Ninguna de esas alegrías finales le consoló del miedo a la vejez, del carácter depresivo que se iba agravando con el tiempo y del trastorno bipolar que le amenazaba cada tanto y del que no podían sacarlo ni los toros ni los vinos ni la pesca ni los libros. Vivía perdido en una suerte de gloria póstuma. Entró y salió de varios hospitales, batallando contra diversas dolencias, perseguido por la sombra de la enfermedad mental que había provocado el suicidio de su padre y de dos de sus hermanos. “Si no puedo vivir como yo quiero, la existencia es imposible” había escrito. A veces, las ansias de matarse eran desesperadas; un día su mujer lo encontró en el aparcamiento de un aeropuerto, registrando automóviles para ver si alguien se había dejado un revólver cargado en una guantera. El 2 de julio de 1961, en Ketchum, Idaho, se pegó un tiro con una escopeta.
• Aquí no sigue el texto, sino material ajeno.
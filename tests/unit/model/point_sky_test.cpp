// SPDX-License-Identifier: GPL-2.0-or-later
#include "model/point_sky.h"

#include <gtest/gtest.h>

#include <cmath>

#include "base/error.h"
#include "model/load_sky.h"
#include "model/model_file.h"
#include "support/messages.h"
#include "support/sky_builder.h"

namespace foreglow {
namespace {

using namespace testing;

/// Writes the test sky's maps, each at its own nside, some with holes.
void write_maps(const TemporaryFolder& folder, int sky_nside, int index_nside) {
    const HealpixGrid grid(sky_nside), index_grid(index_nside);
    std::vector<double> intensity = sample(grid, test_brightness), q = sample(grid, test_q);
    intensity[5] = q[9] = -1.6375e30;
    fits_map(sky_nside, {intensity, q, sample(grid, test_u)}, "mK_RJ")
        .card("POLCCONV", "'IAU     '")
        .write(folder / "sky.fits");
    std::vector<double> index = sample(index_grid, test_index);
    index[7] = -1.6375e30;
    fits_map(index_nside, {index}).write(folder / "index.fits");
    fits_map(index_nside, {sample(index_grid, test_curvature)})
        .card("COORDSYS", "'C       '")
        .write(folder / "curvature.fits");
    std::vector<double> angle = sample(grid, [](const Vector3& n) { return 90 * n[0]; });
    fits_map(sky_nside, {angle}).card("POLCCONV", "'IAU     '").write(folder / "angle.fits");
    fits_map(index_nside, {sample(index_grid, [](const Vector3& n) { return 0.2 + 0.1 * n[1]; })})
        .write(folder / "fraction.fits");
}

constexpr const char* templates = R"(reference_frequency = "408 MHz"
[intensity]
map = "sky.fits"
column = 1
zero_level = "2 mK_RJ"
[index]
map = "index.fits"
frequency = "1 GHz"
[curvature]
map = "curvature.fits"
)";
constexpr const char* stokes = R"([polarization]
map = "sky.fits"
columns = [2, 3]
reference_frequency = "1.4 GHz"
)";
constexpr const char* fraction = R"([polarization]
fraction_map = "fraction.fits"
angle_map = "angle.fits"
reference_frequency = "1.4 GHz"
index_map = "index.fits"
)";

// Undefined where undefined, else within a tolerance relative to the largest value.
void expect_near(const std::vector<double>& got, const std::vector<double>& expected,
                 const std::vector<std::int64_t>& pixels, double tolerance, const char* what) {
    ASSERT_EQ(got.size(), expected.empty() ? 0 : pixels.size()) << what;
    double largest = 0;
    for (const double value : expected)
        if (is_defined(value)) largest = std::max(largest, std::abs(value));
    for (std::size_t i = 0; i < got.size(); ++i) {
        const double value = expected[static_cast<std::size_t>(pixels[i])];
        ASSERT_EQ(is_defined(got[i]), is_defined(value)) << what << " " << pixels[i];
        if (!is_defined(value)) continue;
        EXPECT_NEAR(got[i], value, tolerance * largest) << what << " " << pixels[i];
    }
}

/// Holds single pixels against the whole sky that make makes.
void expect_like_the_whole_sky(const std::filesystem::path& folder, const std::string& text, int nside) {
    const ModelSpec model = make_model(text, folder / "model.toml", "model");
    Progress progress;
    const SkyModel whole = load_sky(model, HealpixGrid(nside), 2 * nside, true, progress);
    const SkyStrip expected = make_sky_strip(whole, whole_sky(whole.grid), true);
    const PointSky sky(model, HealpixGrid(nside), true);
    EXPECT_TRUE(sky.grid() == whole.grid);
    EXPECT_EQ(sky.frame(), whole.frame);
    std::vector<std::int64_t> pixels;
    for (std::int64_t p = 0; p < whole.grid.npix(); ++p)
        pixels.push_back(p * 5 % whole.grid.npix());
    const SkyStrip got = sky.evaluate(pixels);
    // Interpolation weights differ by 2e-15 nside between the two samplers, and sums by their order.
    constexpr double tolerance = 1e-12;
    expect_near(got.intensity, expected.intensity, pixels, tolerance, "intensity");
    expect_near(got.index, expected.index, pixels, tolerance, "index");
    expect_near(got.curvature, expected.curvature, pixels, tolerance, "curvature");
    expect_near(got.q, expected.q, pixels, tolerance, "q");
    expect_near(got.u, expected.u, pixels, tolerance, "u");
    expect_near(got.polarized_index, expected.polarized_index, pixels, tolerance, "polarized index");
    expect_near(got.polarized_curvature, expected.polarized_curvature, pixels, tolerance,
                "polarized curvature");
}

TEST(PointSky, IsTheSkyOfMakeWithIndicesFromTheSameACoarserAndAFinerGrid) {
    for (const int index_nside : {8, 4, 32}) {
        const TemporaryFolder folder;
        write_maps(folder, 8, index_nside);
        expect_like_the_whole_sky(folder.path(), std::string(templates) + stokes, 8);
        expect_like_the_whole_sky(folder.path(), std::string(templates) + fraction, 8);
    }
}

TEST(PointSky, AnswersOnTheTemplatesOwnGridAndSaysWhatItApproximates) {
    const TemporaryFolder folder;
    write_maps(folder, 8, 4);
    const ModelSpec model = make_model(templates, folder / "model.toml", "model");
    const PointSky own(model, std::nullopt, false);
    EXPECT_EQ(own.grid().nside(), 8);
    EXPECT_TRUE(own.notices().empty());
    EXPECT_TRUE(own.evaluate(std::vector<std::int64_t>{0}).q.empty());
    const PointSky coarser(model, HealpixGrid(4), false);
    ASSERT_EQ(coarser.notices().size(), 1U);
    EXPECT_NE(coarser.notices()[0].find("mean of its pixels"), std::string::npos);
    // The mean of the four children, by their nested numbers.
    const HealpixGrid fine(8), coarse(4);
    const std::int64_t pixel = 100, nested = coarse.ring_to_nested(pixel);
    std::vector<std::int64_t> children;
    for (std::int64_t k = 0; k < 4; ++k)
        children.push_back(fine.nested_to_ring(4 * nested + k));
    const std::vector<double> values = own.evaluate(children).intensity;
    EXPECT_NEAR(coarser.evaluate(std::vector<std::int64_t>{pixel}).intensity[0],
                (values[0] + values[1] + values[2] + values[3]) / 4, 1e-15 * values[0]);
    EXPECT_THROW(PointSky(model, std::nullopt, true), InputError);  // it has no [polarization]
}

TEST(PointSky, TurnsAPolarizationTemplateOfAnotherFrame) {
    const TemporaryFolder folder;
    write_maps(folder, 32, 4);
    const HealpixGrid grid(32);
    fits_map(32, {sample(grid, test_q), sample(grid, test_u)}, "mK_RJ")
        .card("POLCCONV", "'COSMO   '")
        .card("COORDSYS", "'C       '")
        .write(folder / "turned.fits");
    const std::string text =
        std::string(templates) + "[polarization]\nmap = \"turned.fits\"\ncolumns = [1, 2]\n";
    const ModelSpec model = make_model(text, folder / "model.toml", "model");
    Progress progress;
    const SkyModel whole = load_sky(model, grid, 64, true, progress);
    const SkyStrip expected = make_sky_strip(whole, whole_sky(grid), true);
    std::vector<std::int64_t> pixels;
    for (std::int64_t p = 0; p < grid.npix(); p += 37)
        pixels.push_back(p);
    const PointSky sky(model, grid, true);
    const SkyStrip got = sky.evaluate(pixels);
    EXPECT_EQ(sky.notices().size(), 1U);
    // Bilinear interpolation of structure of some 20 deg on pixels of 1.8 deg: (1.8/20)^2 of it, 8e-3; the
    // sky is of the order of 2 mK.
    for (std::size_t i = 0; i < pixels.size(); ++i) {
        EXPECT_NEAR(got.q[i], expected.q[static_cast<std::size_t>(pixels[i])], 2e-5) << pixels[i];
        EXPECT_NEAR(got.u[i], expected.u[static_cast<std::size_t>(pixels[i])], 2e-5) << pixels[i];
    }
}

TEST(PointSky, IsTheBundledSketchWhetherFewOrManyRingsAreAsked) {
    const ModelSpec model = read_bundled_model("quick-sketch");
    ASSERT_TRUE(model.sketch.has_value());
    const HealpixGrid grid(16);
    Progress progress;
    const SkyModel whole = load_sky(model, grid, 32, true, progress);
    const SkyStrip expected = make_sky_strip(whole, whole_sky(grid), true);
    const PointSky sky(model, grid, true);
    std::vector<std::int64_t> pixels{3, 1500, 700, 701, 3};
    for (int round = 0; round < 2; ++round) {
        const SkyStrip got = sky.evaluate(pixels);
        // A ring by itself differs from a whole synthesis by rounding, of fields of unit size.
        expect_near(got.intensity, expected.intensity, pixels, 1e-12, "intensity");
        expect_near(got.index, expected.index, pixels, 1e-12, "index");
        expect_near(got.curvature, expected.curvature, pixels, 1e-12, "curvature");
        expect_near(got.q, expected.q, pixels, 1e-12, "q");
        expect_near(got.u, expected.u, pixels, 1e-12, "u");
        pixels.clear();
        for (std::int64_t p = 0; p < grid.npix(); ++p)
            pixels.push_back(p);
    }
}

}  // namespace
}  // namespace foreglow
Nunca quedó claro si fue un suicidio o un accidente de caza.
Años después, el maestro de la ciencia–ficción Ray Bradbury, imaginó un relato fantástico en el que un admirador de Hemingway consigue una máquina del tiempo y viaja a Ketchum el mismo día del célebre suicidio. Ve al viejo caminando con una escopeta al hombro y logra convencerle de que entre en la máquina. Le pregunta qué día hubiera elegido para morir y Hemingway, sin dudar, replica que aquella mañana en que había estado a punto de estrellarse con una avioneta en Kenia, veinte o treinta años atrás. Entonces la máquina se eleva y Hemingway, con un suspiro de júbilo, murmura: “Estamos volando…”. Bradbury, al estilo de Chejov, no cuenta el final, pero no es difícil imaginar al fondo, inmensa, majestuosa, nimbada de nubes blancas, de sol africano y de nieves ecuatoriales, la cumbre del Kilimanjaro.